Sonuç olarak hepimiz bu soykırımını kurbanları olduk sırf İttihat ve Terakki’deki Enver Paşa ve yandaşları ceplerini doldursun ve Alman Devleti’ne yaransınlar diye…
Acım büyük, hatta sonsuz ama sırf canım yanıyor diye ben kardeşimin gırtlağına sarılmayacağım, gerçek suçlular ile kardeşlerimi aynı kefeye koymayacağım.
Halkımın bir bölümünü utanca mahkûm etmelerine izin vermeyeceğim...
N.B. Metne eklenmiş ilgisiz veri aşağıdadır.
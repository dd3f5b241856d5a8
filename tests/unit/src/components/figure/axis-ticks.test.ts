import fc from 'fast-check'
import { describe, expect, it } from 'vitest'
import { axisTicks, stepDecimals, tickStep } from '@/components/figure/axis-ticks'

describe('axisTicks', () => {
  it('labels a full turn in degrees every 60 with a minor tick between', () => {
    const { major, minor } = axisTicks(-180, 180, 7, true)
    expect(major).toEqual([-180, -120, -60, 0, 60, 120, 180])
    expect(minor).toEqual([-150, -90, -30, 30, 90, 150])
  })

  it('labels the picture’s angle axis every 20 degrees from 60 to 180', () => {
    const { major, minor } = axisTicks(60, 180, 7, true)
    expect(major).toEqual([60, 80, 100, 120, 140, 160, 180])
    expect(minor).toEqual([70, 90, 110, 130, 150, 170])
  })

  it('counts lengths in 1, 2 and 5 without rounding errors that add up', () => {
    expect(axisTicks(0.2, 0.6, 5).major).toEqual([0.2, 0.30000000000000004, 0.4, 0.5, 0.6000000000000001])
    expect(axisTicks(0.2, 0.6, 5).decimals).toBe(1)
  })

  it('never writes a negative zero', () => {
    expect(axisTicks(-1, 1, 3).major.some((value) => Object.is(value, -0))).toBe(false)
  })

  it('stays within the axis, in order, and labels no more than asked and one', () => {
    fc.assert(
      fc.property(
        fc.double({ min: -1000, max: 1000, noNaN: true }),
        fc.double({ min: 1e-3, max: 5000, noNaN: true }),
        fc.integer({ min: 2, max: 12 }),
        fc.boolean(),
        (low, extent, most, degrees) => {
          const high = low + extent
          const { major, minor } = axisTicks(low, high, most, degrees)
          const slack = 1e-6 * extent
          for (const value of [...major, ...minor]) {
            expect(value).toBeGreaterThanOrEqual(low - slack)
            expect(value).toBeLessThanOrEqual(high + slack)
          }
          expect([...major].sort((one, other) => one - other)).toEqual(major)
          expect(major.length).toBeLessThanOrEqual(most + 1)
          expect(minor.filter((value) => major.includes(value))).toEqual([])
        },
      ),
    )
  })
})

describe('tickStep', () => {
  it('takes steps that divide the turn for degrees only', () => {
    expect(tickStep(0, 180, 6, true)).toEqual([30, 10])
    expect(tickStep(0, 180, 6)).toEqual([50, 10])
  })
})

describe('stepDecimals', () => {
  it('gives the decimals that tell neighbours apart', () => {
    expect([20, 1, 0.5, 0.02, 0.001].map(stepDecimals)).toEqual([0, 0, 1, 2, 3])
  })
})
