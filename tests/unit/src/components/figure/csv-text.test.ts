import { describe, expect, it } from 'vitest'
import { csvCell, csvText } from '@/components/figure/csv-text'

describe('csvText', () => {
  it('writes notes, one row of headers, then rows; shorter columns end in empty cells', () => {
    const text = csvText(
      ['poly(ethylene)', 'a, b'],
      [
        { header: 'r (nm)', values: Float64Array.of(0.1, 0.2) },
        { header: 'range', values: ['data'] },
      ],
    )
    expect(text.split('\r\n')).toEqual([
      '# poly(ethylene)',
      '"# a, b"',
      'r (nm),range',
      '0.1,data',
      '0.2,',
      '',
    ])
  })
})

describe('csvCell', () => {
  it('gives numbers seven significant digits at most, with a point and a plain minus', () => {
    expect(csvCell(1 / 3)).toBe('0.3333333')
    expect(csvCell(-1234567.89)).toBe('-1234568')
    expect(csvCell(0)).toBe('0')
  })

  it('leaves a cell empty where there is no number', () => {
    expect([csvCell(NaN), csvCell(Infinity), csvCell(null)]).toEqual(['', '', ''])
  })

  it.each(['=1+1', '+1', '-1', '@sum(A1)', '\tx'])(
    'makes plain words of %j, which a spreadsheet would run',
    (words) => {
      expect(csvCell(words)).toBe(`'${words}`)
    },
  )

  it('quotes words with commas, quotes or line ends, also neutralised ones', () => {
    expect(csvCell('a,b')).toBe('"a,b"')
    expect(csvCell('he said "r"')).toBe('"he said ""r"""')
    expect(csvCell('=HYPERLINK("x","y")')).toBe('"\'=HYPERLINK(""x"",""y"")"')
    expect(csvCell('\r=1')).toBe('"\'\r=1"')
  })
})
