import { z } from 'zod'

// The content policy allows no code made from text.
z.config({ jitless: true })
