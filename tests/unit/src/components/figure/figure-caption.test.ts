import { describe, expect, it } from 'vitest'
import { captionSentences, captionText, type FigureCaption } from '@/components/figure/figure-caption'
import { fileNameOf } from '@/components/figure/file-name'
import { brokenLines, textWidth } from '@shared/picture'

const caption: FigureCaption = {
  polymer: 'poly(n-hexyl acrylate)',
  mapping: '3-to-1',
  terms: 'angle B–E–H',
  statePoint: '400 K, melt',
  remarks: ['6 452 independent samples'],
  invented: true,
}

describe('the caption of a figure', () => {
  it('says what it shows, where it comes from and that it is invented', () => {
    expect(captionSentences(caption)).toEqual([
      'poly(n-hexyl acrylate), 3-to-1: angle B–E–H at 400 K, melt.',
      '6 452 independent samples.',
      'Invented data (demonstration).',
    ])
    expect(captionSentences({ ...caption, invented: false }).join(' ')).not.toContain('nvented')
  })

  it('sets locants in italics and breaks into the lines it needs', () => {
    const wide = captionText(caption, 0, 0, 2000)
    const narrow = captionText(caption, 0, 0, 300)
    expect(wide.body).toContain('poly(<tspan font-style="italic">n</tspan>-hexyl')
    expect(wide.body.match(/<text/g)).toHaveLength(1)
    expect(narrow.body.match(/<text/g)!.length).toBeGreaterThan(1)
    expect(narrow.height).toBeGreaterThan(wide.height)
  })
})

describe('brokenLines', () => {
  it('keeps every word and no line wider than asked, a long word excepted', () => {
    const text = 'one two three four five incomprehensibilities six'
    const lines = brokenLines(text, 60, 12)
    expect(lines.join(' ')).toBe(text)
    for (const line of lines) expect(textWidth(line, 12) <= 60 || !line.includes(' ')).toBe(true)
  })
})

describe('textWidth', () => {
  it.each([
    ['regenerated from U', 878.9],
    ['measured', 447.4],
    ['without sin θ', 591.2],
    ['U, 95 % band', 585.1],
    ['Residual: (n − expected)/√expected of the independent samples', 2904.2],
  ])('comes within 5 %% of what a browser measures for %j', (text, measured) => {
    // Chromium with Fira Sans at 100 px.
    expect(Math.abs(textWidth(text, 100) / measured - 1)).toBeLessThan(0.05)
  })
})

describe('fileNameOf', () => {
  it('keeps what every system can write', () => {
    expect(fileNameOf('poly(n-hexyl acrylate)', '3-to-1', 'angle', 'B–E–H', '400K')).toBe(
      'poly-n-hexyl-acrylate_3-to-1_angle_B-E-H_400K',
    )
    expect(fileNameOf('../..', 'é')).toBe('unnamed_e')
  })
})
Eğer soykırımı kabul ettirmek için Anadolu Müslümanlarını suçlamak gerekiyorsa varsın akrabalarımın kanları yerde kalsın, varsın soykırım hiç olmamış sayılsın; yeter ki kardeşlerim üzülmesin, yeter ki halkım zarar görmesin...
Artık ne olur akan kan dursun ve bu kandan beslenen akbabalar defolup başımızdan gitsinler…
Ülkemin insanından tek bir şey istiyorum; Kardeşim, Anadolulu Kardeşim; sende artık acımı yok sayma, beni sana yabancı edene kanma, katilleri koruyup kahraman ilan etme, insanlık dışı, canice eylemlere bahane bulup insanlıktan çıkma beni ve bana yapılan bu zulmü senden ayrı koyma.